* _What is required_
The answer must consist of every line in the records that contains the word "least".

* _Records supplied_
========
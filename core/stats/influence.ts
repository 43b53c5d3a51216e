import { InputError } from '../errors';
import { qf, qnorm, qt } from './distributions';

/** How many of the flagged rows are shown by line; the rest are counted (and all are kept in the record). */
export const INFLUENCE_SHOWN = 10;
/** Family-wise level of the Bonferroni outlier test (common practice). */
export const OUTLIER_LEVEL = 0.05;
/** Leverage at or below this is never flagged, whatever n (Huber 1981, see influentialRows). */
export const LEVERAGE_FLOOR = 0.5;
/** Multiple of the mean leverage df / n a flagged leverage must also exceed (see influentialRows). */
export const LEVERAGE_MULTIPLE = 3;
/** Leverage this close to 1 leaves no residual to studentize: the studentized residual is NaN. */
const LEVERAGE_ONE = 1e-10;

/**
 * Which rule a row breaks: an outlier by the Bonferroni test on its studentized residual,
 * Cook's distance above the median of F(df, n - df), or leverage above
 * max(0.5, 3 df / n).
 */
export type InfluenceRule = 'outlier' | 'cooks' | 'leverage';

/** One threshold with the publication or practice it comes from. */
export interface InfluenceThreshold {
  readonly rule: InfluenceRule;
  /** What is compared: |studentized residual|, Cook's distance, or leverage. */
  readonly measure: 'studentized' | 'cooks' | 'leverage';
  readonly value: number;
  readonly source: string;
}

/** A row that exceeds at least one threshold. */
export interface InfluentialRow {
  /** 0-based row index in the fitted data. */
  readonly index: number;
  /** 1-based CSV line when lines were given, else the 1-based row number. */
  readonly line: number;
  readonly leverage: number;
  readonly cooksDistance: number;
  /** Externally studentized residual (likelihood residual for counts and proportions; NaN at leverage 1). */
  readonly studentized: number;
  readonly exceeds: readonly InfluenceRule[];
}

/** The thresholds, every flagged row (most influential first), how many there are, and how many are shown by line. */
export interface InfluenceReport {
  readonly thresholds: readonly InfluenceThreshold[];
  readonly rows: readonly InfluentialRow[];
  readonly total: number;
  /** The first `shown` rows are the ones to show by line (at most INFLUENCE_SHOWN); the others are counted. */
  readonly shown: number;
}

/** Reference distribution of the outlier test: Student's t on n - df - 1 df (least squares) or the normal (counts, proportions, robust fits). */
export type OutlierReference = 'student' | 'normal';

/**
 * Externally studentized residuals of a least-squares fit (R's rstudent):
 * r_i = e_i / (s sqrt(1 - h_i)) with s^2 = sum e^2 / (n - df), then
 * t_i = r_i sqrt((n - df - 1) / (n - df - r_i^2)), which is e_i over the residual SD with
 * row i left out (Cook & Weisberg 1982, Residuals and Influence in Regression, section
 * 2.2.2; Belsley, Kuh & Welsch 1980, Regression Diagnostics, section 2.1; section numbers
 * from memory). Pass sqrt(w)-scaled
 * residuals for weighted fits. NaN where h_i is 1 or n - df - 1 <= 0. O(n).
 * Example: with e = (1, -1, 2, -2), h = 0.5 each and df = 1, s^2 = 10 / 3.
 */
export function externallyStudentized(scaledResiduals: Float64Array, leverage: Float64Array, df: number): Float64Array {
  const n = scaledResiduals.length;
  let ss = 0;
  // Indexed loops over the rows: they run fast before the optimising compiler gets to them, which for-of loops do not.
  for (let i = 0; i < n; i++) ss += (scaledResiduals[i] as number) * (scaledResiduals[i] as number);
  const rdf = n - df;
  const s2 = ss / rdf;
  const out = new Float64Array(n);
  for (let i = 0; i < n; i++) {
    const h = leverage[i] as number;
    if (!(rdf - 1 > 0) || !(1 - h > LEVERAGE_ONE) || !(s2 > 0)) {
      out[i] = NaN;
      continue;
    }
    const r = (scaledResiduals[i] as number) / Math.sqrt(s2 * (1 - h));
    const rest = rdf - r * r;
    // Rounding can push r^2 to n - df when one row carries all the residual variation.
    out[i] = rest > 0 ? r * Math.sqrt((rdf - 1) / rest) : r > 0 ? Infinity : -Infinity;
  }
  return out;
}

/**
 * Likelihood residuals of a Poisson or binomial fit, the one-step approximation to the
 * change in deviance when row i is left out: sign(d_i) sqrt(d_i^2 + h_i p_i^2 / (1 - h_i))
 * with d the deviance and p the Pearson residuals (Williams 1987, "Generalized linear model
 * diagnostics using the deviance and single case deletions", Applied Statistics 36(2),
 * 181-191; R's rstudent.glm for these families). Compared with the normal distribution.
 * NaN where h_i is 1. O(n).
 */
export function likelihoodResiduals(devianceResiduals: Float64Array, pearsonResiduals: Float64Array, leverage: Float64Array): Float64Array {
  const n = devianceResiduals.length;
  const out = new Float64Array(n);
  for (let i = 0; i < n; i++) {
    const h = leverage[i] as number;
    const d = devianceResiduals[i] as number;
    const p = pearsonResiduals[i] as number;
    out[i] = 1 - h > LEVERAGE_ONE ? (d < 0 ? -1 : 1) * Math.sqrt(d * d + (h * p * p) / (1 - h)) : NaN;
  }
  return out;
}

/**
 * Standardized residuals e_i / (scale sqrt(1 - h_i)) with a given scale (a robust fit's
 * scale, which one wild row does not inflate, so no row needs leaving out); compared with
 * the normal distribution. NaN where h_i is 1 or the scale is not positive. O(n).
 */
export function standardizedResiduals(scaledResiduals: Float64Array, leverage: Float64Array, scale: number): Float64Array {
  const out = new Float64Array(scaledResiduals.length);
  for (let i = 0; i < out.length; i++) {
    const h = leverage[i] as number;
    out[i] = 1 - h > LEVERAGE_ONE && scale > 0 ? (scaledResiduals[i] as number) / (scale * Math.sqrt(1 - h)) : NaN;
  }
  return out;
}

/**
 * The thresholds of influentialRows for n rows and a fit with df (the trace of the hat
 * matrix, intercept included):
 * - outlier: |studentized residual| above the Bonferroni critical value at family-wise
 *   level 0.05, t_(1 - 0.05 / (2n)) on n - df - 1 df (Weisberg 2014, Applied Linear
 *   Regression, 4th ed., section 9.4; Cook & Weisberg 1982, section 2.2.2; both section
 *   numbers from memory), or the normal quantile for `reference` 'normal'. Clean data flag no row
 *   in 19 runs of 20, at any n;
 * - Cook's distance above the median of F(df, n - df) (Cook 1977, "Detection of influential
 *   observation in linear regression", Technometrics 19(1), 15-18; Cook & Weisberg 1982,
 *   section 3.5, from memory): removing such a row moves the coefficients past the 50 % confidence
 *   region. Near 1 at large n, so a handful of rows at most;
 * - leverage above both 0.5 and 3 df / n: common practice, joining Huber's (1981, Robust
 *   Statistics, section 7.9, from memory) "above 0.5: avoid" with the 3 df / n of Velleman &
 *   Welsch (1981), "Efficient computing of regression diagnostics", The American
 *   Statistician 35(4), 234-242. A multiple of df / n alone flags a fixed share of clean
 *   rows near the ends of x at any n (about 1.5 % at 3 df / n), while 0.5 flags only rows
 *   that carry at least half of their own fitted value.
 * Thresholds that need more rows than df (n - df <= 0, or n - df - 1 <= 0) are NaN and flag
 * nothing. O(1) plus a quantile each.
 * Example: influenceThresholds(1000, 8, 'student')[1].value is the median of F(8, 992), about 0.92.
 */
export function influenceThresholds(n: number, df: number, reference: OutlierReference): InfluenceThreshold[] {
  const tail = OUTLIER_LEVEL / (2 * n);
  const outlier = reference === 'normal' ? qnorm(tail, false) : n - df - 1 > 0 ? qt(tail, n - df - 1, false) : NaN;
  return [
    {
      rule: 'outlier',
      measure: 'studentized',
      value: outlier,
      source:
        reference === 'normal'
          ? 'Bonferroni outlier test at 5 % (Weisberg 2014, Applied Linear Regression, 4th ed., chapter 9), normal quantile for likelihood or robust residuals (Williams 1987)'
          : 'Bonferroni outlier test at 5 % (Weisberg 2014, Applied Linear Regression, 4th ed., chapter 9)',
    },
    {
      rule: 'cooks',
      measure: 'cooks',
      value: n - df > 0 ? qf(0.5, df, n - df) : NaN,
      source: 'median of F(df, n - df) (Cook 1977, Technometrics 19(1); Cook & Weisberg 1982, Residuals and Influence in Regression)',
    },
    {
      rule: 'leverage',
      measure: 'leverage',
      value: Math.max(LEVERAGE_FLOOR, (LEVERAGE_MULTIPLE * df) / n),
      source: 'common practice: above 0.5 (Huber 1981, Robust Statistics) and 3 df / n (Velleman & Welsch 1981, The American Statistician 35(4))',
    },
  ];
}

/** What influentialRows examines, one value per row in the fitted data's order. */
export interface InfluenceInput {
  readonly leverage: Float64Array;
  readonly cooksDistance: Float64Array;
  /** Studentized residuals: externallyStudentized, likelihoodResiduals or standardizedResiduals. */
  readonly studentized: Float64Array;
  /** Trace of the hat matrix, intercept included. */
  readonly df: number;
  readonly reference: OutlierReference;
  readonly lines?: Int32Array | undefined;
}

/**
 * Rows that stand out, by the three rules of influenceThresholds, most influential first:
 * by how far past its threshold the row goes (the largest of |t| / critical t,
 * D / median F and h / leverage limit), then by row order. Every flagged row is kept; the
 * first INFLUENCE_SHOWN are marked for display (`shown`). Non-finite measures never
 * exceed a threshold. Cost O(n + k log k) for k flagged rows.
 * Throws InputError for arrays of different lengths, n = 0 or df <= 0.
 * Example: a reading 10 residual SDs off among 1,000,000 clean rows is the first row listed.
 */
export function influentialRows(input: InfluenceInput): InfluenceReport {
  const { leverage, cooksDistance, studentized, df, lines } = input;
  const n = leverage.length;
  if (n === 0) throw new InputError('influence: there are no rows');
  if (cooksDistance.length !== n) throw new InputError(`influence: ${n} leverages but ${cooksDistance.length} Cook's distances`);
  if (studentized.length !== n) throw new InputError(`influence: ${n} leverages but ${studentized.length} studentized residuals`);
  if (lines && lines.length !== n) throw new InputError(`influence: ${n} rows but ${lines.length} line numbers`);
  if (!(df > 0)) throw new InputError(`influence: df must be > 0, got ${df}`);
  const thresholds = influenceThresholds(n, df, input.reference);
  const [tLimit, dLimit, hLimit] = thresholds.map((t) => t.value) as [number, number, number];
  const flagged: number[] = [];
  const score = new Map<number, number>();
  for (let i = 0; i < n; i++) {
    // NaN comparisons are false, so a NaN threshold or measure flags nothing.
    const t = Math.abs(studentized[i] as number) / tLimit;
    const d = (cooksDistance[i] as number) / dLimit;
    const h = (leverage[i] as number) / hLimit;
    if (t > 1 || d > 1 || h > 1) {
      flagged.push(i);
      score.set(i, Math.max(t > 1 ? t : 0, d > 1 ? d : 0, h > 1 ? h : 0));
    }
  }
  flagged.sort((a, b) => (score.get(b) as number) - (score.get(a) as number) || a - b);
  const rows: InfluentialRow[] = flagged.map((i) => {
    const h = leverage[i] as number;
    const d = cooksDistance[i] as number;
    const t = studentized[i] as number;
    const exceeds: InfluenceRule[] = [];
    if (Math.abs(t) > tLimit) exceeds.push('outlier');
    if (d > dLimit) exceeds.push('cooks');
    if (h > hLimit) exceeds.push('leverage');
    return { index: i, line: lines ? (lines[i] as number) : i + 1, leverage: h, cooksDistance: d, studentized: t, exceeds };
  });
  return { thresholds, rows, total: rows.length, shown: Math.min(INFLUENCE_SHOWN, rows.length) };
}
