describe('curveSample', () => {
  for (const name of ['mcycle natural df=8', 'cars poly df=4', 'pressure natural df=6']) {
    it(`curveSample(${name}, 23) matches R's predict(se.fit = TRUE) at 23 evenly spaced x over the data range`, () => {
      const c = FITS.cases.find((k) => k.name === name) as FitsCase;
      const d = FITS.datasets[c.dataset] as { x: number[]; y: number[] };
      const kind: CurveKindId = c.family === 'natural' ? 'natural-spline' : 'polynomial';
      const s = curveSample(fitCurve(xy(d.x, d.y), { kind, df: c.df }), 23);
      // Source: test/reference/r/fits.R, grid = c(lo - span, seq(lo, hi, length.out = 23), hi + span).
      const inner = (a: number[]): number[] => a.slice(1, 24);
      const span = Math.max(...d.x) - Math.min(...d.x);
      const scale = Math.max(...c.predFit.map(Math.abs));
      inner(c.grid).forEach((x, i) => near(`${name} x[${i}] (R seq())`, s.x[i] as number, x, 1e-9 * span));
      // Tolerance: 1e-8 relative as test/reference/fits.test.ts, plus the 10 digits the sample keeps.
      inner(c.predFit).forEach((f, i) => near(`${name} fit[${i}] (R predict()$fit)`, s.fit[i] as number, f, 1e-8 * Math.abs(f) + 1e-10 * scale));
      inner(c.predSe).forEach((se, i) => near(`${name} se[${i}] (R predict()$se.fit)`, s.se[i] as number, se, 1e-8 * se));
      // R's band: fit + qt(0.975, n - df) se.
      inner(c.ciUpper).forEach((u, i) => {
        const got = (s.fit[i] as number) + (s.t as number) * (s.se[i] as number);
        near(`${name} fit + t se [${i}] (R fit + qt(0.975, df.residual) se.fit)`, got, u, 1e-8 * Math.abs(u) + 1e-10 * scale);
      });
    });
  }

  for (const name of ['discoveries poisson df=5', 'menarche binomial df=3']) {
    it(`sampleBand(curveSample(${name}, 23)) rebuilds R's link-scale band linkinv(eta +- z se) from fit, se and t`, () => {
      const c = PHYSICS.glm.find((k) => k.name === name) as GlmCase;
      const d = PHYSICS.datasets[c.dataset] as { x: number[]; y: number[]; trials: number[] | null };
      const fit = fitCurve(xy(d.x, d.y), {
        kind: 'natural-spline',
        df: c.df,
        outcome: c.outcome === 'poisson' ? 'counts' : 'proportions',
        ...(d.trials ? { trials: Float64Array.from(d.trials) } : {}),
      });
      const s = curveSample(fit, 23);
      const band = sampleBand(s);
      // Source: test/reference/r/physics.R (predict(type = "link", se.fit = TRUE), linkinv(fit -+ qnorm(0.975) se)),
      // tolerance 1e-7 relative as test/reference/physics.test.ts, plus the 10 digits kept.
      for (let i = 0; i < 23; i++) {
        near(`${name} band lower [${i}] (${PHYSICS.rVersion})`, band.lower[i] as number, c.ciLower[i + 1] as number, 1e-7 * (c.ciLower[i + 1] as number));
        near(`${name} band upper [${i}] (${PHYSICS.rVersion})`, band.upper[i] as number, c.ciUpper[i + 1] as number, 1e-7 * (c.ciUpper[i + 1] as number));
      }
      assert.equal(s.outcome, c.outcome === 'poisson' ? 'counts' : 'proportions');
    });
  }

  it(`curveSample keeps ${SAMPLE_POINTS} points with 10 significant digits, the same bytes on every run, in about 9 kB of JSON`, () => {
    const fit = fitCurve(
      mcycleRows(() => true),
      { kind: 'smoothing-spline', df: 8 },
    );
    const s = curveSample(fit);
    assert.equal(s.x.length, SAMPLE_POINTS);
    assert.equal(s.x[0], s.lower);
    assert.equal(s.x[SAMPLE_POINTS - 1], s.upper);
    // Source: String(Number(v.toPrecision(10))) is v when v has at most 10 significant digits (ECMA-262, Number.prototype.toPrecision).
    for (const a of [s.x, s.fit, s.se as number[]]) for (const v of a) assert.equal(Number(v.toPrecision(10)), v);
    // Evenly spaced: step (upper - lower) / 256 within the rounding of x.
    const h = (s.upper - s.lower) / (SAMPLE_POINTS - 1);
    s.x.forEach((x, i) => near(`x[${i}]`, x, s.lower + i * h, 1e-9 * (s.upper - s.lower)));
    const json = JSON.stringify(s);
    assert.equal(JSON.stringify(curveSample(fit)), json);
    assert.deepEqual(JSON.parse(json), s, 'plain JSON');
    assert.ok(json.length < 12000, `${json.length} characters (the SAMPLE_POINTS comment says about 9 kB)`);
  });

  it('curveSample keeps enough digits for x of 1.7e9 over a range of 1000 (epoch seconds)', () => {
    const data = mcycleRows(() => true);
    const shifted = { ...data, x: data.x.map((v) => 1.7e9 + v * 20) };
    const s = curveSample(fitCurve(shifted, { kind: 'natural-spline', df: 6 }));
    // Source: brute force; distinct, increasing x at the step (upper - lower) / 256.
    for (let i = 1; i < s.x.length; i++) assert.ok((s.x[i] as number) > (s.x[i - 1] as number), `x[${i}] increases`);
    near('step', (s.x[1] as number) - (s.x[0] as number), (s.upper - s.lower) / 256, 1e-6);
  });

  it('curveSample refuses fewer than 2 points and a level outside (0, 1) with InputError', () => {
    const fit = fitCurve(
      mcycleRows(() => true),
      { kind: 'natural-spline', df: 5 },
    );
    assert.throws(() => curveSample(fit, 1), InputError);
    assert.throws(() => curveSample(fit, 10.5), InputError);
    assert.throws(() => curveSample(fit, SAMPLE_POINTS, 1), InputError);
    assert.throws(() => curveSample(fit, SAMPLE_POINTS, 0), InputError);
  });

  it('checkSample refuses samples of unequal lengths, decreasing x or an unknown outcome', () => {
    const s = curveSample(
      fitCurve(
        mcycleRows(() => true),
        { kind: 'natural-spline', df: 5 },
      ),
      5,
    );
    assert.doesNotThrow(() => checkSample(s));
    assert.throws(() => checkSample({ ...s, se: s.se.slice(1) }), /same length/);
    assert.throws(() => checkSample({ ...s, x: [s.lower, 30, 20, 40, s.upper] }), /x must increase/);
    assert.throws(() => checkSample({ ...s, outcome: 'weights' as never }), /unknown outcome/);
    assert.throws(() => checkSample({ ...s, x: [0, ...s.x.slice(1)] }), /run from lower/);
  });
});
========
* _Finished exercise_
/** A row that exceeds at least one threshold. */
/** Reference distribution of the outlier test: Student's t on n - df - 1 df (least squares) or the normal (counts, proportions, robust fits). */
 * Externally studentized residuals of a least-squares fit (R's rstudent):
 *   that carry at least half of their own fitted value.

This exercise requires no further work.